Collect from the data below each line with "written".

§ **RECORDS SHOWN**:

****************

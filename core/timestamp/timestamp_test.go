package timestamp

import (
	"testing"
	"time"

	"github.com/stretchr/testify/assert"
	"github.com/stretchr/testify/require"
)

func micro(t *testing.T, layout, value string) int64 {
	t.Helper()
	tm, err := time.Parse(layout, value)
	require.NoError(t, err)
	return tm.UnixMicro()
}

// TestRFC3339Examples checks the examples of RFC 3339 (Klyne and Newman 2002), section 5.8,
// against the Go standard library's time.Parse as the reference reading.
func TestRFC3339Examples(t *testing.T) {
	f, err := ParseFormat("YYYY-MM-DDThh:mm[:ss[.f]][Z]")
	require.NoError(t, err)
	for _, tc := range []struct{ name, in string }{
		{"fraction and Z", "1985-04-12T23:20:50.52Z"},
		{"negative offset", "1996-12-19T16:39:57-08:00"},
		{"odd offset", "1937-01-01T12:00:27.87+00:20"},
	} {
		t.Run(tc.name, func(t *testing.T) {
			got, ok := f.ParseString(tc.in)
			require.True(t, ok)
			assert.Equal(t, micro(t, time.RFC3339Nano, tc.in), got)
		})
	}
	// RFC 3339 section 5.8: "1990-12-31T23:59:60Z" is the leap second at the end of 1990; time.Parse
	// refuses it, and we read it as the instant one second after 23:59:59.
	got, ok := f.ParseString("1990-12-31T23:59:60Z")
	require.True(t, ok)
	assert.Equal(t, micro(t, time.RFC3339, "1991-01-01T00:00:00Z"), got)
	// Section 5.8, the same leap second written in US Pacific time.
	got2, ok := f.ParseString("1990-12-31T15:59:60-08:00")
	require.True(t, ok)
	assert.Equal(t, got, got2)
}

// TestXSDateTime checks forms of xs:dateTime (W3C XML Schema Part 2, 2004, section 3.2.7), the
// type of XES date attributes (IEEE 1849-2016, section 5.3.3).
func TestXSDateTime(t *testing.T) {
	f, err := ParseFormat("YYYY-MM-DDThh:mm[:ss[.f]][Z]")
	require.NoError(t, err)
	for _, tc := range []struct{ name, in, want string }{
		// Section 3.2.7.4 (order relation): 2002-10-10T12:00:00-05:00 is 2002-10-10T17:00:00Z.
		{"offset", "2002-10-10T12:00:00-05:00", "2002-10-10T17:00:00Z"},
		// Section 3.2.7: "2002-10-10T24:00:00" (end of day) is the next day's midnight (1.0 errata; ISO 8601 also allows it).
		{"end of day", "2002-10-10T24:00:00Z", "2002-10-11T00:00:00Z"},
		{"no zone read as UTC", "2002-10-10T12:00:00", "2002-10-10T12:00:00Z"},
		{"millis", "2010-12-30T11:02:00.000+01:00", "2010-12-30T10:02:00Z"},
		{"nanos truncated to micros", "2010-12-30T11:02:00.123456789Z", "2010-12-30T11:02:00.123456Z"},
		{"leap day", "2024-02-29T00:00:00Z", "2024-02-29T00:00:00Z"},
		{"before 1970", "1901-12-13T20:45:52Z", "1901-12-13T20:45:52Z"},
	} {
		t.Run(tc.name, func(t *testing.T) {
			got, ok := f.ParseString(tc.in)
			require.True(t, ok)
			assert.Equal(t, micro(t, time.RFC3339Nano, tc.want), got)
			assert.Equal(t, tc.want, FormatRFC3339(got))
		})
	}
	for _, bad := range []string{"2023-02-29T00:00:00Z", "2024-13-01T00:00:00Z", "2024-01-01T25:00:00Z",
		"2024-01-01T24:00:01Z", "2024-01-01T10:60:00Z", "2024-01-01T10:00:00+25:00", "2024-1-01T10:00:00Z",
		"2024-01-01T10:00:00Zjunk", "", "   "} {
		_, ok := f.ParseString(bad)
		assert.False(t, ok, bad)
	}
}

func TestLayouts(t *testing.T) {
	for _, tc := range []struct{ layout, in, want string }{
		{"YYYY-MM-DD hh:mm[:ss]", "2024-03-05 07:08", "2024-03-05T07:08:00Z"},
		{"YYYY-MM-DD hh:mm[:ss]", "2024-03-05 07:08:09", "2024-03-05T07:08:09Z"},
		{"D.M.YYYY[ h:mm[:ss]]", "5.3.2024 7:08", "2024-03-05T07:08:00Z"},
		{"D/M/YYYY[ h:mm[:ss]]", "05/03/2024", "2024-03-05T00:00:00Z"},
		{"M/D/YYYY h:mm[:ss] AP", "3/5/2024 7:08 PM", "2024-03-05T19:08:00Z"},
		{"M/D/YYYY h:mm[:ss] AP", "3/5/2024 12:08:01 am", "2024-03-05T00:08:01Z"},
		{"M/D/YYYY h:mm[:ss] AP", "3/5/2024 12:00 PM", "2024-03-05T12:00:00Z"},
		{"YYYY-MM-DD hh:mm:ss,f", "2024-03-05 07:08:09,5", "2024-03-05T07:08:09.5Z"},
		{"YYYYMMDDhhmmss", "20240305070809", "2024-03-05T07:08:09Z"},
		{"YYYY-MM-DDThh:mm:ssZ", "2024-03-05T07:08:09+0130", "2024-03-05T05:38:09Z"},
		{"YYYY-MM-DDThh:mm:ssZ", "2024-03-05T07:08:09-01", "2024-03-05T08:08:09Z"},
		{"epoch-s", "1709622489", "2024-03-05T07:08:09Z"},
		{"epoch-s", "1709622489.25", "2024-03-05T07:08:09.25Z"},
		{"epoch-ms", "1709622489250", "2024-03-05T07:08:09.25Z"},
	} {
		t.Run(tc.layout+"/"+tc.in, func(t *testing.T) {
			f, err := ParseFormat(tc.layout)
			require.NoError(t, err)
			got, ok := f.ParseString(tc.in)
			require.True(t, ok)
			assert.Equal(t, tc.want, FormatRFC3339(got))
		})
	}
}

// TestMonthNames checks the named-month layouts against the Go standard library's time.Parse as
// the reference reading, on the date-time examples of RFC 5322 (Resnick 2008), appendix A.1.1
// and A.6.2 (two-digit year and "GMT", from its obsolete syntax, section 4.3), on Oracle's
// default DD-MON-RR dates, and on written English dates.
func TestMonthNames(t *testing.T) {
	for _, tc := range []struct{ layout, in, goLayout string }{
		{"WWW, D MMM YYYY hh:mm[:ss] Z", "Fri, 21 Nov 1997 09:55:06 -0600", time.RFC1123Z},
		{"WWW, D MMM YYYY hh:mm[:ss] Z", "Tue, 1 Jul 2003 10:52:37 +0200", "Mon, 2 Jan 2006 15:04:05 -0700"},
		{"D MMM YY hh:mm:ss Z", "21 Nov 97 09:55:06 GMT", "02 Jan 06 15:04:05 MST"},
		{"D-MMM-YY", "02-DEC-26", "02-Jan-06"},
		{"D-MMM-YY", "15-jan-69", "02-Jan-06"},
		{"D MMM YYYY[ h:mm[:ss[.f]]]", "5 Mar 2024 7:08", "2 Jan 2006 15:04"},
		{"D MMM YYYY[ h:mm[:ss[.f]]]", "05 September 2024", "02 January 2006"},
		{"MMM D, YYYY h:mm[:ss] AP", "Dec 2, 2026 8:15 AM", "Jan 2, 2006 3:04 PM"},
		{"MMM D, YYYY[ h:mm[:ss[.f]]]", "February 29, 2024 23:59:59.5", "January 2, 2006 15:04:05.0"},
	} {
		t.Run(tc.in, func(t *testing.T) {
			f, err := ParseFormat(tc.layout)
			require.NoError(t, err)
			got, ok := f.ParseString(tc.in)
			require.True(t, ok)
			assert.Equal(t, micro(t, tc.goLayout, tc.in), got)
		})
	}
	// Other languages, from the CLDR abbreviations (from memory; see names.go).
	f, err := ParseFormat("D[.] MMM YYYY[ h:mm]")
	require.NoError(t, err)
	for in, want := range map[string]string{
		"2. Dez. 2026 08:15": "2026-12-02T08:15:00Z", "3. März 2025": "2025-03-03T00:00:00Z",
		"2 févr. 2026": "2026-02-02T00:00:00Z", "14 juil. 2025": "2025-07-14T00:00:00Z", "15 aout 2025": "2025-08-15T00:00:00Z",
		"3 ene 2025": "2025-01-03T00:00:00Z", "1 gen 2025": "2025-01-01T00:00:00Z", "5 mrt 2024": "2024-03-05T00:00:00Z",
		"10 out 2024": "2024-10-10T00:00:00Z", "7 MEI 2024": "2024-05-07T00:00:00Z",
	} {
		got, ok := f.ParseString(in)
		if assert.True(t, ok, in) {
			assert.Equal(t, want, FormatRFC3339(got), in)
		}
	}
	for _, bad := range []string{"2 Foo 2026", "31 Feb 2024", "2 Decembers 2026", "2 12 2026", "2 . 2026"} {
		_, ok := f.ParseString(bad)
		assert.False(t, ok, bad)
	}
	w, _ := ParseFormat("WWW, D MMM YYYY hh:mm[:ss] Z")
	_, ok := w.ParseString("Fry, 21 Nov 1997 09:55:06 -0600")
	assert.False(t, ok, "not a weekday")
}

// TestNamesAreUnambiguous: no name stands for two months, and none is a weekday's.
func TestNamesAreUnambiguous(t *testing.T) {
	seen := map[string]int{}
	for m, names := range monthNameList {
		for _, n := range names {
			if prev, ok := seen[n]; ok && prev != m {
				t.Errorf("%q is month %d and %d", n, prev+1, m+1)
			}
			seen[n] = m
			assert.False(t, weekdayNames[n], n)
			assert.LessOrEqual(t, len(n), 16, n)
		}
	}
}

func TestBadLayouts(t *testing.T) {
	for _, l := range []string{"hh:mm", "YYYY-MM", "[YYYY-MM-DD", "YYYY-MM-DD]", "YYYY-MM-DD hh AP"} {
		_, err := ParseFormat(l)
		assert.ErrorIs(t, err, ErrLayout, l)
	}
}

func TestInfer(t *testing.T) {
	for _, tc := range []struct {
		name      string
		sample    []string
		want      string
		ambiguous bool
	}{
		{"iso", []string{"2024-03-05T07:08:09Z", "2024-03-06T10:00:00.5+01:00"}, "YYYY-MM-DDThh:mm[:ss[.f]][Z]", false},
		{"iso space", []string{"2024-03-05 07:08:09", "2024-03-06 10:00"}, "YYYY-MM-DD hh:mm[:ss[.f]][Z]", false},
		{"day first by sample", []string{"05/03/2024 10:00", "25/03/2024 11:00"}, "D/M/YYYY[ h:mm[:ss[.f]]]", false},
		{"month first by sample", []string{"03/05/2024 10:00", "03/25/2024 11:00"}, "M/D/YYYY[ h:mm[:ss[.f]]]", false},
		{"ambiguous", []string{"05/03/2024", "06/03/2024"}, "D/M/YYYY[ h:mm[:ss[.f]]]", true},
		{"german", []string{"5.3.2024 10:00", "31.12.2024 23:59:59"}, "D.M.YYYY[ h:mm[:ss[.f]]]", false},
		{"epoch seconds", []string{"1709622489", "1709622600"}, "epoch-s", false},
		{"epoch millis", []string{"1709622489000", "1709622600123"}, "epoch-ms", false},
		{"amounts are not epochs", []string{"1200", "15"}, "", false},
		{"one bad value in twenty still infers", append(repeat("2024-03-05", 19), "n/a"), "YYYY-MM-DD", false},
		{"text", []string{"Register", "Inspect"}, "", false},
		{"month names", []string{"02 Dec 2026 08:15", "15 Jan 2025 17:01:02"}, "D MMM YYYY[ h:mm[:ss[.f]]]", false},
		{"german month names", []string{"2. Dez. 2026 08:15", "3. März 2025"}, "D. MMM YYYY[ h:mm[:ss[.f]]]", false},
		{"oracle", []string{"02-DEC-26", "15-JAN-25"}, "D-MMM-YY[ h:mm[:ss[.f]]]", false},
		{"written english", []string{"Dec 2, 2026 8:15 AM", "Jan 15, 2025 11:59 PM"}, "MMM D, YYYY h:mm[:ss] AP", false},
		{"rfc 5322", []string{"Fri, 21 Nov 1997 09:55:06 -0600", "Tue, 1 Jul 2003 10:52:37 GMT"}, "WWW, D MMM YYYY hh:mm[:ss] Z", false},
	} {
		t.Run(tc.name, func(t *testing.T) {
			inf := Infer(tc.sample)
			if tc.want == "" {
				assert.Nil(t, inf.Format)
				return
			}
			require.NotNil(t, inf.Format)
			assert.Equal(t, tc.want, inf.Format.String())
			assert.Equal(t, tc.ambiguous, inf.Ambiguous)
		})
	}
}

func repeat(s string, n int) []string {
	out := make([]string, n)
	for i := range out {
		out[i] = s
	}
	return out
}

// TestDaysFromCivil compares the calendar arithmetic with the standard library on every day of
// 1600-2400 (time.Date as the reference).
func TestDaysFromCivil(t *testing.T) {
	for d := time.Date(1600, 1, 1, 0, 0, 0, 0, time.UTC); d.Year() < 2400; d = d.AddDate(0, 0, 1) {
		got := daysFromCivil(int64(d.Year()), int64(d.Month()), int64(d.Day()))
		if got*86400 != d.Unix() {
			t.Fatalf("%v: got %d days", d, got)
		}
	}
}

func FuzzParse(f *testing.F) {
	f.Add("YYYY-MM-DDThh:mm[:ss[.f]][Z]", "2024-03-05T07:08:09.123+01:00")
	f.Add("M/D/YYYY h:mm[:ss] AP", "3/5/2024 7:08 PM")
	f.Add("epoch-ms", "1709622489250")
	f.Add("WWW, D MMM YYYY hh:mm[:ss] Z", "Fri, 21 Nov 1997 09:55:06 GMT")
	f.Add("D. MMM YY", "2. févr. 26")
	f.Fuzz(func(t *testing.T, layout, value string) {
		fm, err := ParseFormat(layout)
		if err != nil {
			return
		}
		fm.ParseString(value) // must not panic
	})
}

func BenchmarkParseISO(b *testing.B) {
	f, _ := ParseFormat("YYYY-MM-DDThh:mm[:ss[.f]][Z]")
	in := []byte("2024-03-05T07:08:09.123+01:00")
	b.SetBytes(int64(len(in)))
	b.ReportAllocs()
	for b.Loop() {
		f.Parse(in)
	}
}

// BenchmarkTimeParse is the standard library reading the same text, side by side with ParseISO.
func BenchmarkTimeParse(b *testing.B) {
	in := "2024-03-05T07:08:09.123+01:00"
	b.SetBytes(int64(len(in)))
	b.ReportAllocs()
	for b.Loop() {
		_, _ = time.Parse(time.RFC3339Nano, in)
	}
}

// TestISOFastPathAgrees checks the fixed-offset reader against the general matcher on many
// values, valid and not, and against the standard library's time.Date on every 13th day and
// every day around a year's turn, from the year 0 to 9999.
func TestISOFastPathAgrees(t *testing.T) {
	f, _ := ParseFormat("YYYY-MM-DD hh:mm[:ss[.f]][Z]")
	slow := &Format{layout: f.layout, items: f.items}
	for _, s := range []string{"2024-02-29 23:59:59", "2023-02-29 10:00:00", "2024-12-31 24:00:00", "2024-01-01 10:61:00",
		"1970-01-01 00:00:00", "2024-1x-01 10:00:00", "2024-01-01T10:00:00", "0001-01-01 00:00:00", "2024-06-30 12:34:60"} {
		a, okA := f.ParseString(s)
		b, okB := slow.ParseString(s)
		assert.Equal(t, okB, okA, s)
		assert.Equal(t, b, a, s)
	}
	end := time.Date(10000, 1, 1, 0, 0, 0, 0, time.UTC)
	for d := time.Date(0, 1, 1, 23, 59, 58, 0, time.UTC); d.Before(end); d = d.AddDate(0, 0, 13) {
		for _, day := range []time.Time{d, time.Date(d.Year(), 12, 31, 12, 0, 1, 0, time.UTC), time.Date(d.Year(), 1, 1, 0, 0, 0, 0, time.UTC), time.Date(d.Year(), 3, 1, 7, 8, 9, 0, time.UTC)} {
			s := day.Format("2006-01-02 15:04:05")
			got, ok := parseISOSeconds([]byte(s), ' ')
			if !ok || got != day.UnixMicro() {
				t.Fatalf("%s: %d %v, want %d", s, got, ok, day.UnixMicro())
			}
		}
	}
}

****************

§ **OUTPUT FOR THIS EXERCISE**:
	// Section 5.8, the same leap second written in US Pacific time.
// default DD-MON-RR dates, and on written English dates.
		{"written english", []string{"Dec 2, 2026 8:15 AM", "Jan 15, 2025 11:59 PM"}, "MMM D, YYYY h:mm[:ss] AP", false},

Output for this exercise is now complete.